Material shown:
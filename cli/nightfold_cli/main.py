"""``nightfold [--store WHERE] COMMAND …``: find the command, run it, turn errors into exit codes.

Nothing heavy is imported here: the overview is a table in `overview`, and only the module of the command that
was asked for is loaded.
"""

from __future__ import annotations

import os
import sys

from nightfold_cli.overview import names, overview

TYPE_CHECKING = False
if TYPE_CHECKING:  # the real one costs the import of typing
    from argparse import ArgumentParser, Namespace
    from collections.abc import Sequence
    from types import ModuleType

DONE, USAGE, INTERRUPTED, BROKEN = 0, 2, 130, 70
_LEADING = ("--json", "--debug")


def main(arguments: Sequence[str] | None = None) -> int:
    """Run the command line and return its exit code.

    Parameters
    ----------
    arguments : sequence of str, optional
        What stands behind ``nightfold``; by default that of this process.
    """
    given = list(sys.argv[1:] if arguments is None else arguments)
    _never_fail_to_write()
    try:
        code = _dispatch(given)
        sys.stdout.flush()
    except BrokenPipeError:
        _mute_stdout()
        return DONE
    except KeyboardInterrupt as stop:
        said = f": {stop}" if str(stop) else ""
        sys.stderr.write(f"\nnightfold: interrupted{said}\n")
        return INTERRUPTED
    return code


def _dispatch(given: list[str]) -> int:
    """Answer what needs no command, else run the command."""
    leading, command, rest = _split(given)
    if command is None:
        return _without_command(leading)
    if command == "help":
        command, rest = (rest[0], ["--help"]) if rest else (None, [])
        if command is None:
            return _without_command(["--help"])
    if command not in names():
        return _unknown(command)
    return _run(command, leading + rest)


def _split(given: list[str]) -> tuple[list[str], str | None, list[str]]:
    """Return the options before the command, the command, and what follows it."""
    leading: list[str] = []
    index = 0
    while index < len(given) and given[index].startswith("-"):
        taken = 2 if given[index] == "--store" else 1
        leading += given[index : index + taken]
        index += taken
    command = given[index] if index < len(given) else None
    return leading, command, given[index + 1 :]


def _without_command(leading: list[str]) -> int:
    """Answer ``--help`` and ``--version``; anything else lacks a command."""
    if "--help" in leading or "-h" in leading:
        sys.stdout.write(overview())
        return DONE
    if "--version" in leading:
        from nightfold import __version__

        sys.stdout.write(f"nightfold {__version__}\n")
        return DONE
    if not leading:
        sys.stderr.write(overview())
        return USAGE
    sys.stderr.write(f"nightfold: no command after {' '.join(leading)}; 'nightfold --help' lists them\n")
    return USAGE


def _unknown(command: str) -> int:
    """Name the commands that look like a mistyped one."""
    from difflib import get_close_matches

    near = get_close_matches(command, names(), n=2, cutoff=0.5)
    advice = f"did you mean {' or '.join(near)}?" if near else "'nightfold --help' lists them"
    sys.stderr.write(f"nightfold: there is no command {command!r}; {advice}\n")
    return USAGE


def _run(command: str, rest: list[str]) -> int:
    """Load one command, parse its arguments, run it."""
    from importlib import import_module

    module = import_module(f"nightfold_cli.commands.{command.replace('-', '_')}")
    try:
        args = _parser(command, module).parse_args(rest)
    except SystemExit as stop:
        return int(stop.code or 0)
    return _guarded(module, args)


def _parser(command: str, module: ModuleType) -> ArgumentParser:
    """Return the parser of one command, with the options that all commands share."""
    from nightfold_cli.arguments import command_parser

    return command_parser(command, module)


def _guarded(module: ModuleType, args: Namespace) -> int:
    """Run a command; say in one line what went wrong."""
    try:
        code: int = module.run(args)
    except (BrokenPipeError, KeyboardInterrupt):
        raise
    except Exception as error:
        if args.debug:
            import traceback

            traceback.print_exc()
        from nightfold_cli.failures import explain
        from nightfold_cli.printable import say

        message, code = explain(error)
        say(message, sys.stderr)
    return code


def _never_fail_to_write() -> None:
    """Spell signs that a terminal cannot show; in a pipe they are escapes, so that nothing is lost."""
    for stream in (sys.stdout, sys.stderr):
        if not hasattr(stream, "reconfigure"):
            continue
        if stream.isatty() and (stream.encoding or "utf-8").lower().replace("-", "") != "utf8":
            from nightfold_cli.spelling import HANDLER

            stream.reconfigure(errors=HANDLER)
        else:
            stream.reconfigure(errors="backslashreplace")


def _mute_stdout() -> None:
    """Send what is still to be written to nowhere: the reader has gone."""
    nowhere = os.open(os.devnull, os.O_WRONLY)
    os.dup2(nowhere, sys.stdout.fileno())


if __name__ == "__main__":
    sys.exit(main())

* * *

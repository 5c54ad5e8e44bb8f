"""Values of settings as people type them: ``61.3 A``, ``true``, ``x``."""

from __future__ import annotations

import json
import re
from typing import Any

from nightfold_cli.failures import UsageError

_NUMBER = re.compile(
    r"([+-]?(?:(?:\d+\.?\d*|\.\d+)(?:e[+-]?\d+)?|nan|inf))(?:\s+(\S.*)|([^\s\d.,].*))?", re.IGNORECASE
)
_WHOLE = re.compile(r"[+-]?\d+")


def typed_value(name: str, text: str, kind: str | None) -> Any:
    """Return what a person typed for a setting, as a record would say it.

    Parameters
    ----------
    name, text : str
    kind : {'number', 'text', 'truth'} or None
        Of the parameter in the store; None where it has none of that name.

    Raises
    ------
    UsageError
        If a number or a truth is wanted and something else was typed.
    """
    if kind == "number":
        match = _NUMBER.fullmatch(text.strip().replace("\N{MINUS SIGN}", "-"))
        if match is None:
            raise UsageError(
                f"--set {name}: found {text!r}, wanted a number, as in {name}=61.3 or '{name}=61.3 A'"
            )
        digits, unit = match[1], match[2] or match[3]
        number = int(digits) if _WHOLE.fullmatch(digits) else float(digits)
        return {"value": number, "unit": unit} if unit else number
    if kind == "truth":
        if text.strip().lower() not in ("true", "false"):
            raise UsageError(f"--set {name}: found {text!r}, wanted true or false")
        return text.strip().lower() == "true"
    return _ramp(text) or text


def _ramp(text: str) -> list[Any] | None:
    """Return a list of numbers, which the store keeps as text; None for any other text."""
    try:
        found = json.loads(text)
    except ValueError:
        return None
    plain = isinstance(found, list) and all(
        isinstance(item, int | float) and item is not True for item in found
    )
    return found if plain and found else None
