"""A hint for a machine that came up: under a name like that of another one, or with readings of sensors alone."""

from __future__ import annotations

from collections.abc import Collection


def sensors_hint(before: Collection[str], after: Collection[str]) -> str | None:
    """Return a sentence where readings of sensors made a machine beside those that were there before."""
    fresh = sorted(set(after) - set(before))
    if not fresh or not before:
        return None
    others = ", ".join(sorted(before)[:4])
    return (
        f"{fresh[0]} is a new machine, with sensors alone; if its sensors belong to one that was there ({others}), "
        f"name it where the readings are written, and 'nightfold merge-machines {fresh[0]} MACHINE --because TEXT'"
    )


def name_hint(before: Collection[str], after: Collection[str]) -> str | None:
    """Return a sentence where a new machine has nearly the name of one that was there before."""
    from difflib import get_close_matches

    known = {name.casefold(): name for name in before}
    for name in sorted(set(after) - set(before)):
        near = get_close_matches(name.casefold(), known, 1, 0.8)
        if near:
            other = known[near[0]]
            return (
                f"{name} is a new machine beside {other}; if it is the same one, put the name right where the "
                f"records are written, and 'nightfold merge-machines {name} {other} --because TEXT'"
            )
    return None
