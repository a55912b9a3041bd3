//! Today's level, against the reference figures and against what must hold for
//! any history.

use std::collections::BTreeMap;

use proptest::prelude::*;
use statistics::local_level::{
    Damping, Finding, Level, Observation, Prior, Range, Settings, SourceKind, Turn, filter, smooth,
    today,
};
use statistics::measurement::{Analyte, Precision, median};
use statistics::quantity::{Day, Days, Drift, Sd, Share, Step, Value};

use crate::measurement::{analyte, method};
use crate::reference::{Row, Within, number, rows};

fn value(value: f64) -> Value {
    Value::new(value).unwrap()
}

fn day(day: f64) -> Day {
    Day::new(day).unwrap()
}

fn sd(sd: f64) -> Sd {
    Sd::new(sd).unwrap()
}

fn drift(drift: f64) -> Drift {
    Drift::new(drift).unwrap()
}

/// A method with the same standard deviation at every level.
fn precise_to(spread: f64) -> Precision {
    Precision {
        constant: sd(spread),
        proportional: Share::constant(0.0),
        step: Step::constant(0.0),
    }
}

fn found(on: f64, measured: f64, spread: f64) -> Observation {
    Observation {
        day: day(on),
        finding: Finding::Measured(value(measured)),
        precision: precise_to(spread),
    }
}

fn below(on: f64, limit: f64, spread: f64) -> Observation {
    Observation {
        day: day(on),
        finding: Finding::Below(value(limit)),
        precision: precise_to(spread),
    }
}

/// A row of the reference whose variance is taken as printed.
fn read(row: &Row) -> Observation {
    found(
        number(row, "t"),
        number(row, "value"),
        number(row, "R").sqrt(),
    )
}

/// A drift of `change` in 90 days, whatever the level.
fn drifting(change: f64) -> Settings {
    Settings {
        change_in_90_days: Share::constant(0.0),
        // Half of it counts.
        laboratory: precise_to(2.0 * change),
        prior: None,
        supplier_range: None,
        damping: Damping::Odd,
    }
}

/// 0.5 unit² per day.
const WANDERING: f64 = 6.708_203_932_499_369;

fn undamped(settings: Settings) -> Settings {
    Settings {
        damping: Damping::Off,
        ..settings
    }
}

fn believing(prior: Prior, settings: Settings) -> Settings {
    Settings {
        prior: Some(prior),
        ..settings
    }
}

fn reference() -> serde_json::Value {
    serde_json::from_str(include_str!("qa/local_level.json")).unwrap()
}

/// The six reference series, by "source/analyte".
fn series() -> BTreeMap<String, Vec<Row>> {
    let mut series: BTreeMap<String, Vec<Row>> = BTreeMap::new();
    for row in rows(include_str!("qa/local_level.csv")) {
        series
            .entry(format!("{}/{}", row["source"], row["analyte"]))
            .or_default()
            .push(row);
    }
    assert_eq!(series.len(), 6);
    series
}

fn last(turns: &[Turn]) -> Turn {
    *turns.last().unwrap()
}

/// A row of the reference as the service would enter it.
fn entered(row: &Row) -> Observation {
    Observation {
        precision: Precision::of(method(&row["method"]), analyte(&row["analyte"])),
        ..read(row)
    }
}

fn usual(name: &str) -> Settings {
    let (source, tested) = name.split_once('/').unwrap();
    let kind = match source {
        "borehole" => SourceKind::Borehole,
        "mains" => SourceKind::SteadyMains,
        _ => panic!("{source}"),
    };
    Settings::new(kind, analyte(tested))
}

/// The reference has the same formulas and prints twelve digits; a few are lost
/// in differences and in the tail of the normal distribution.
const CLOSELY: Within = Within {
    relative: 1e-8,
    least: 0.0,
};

What this task involves: Look back at the entries above. Retype the line with "except SystemExit as", the line with "the parser of", and all lines in between.

Worked solution:
    except SystemExit as stop:
        return int(stop.code or 0)
    return _guarded(module, args)


def _parser(command: str, module: ModuleType) -> ArgumentParser:
    """Return the parser of one command, with the options that all commands share."""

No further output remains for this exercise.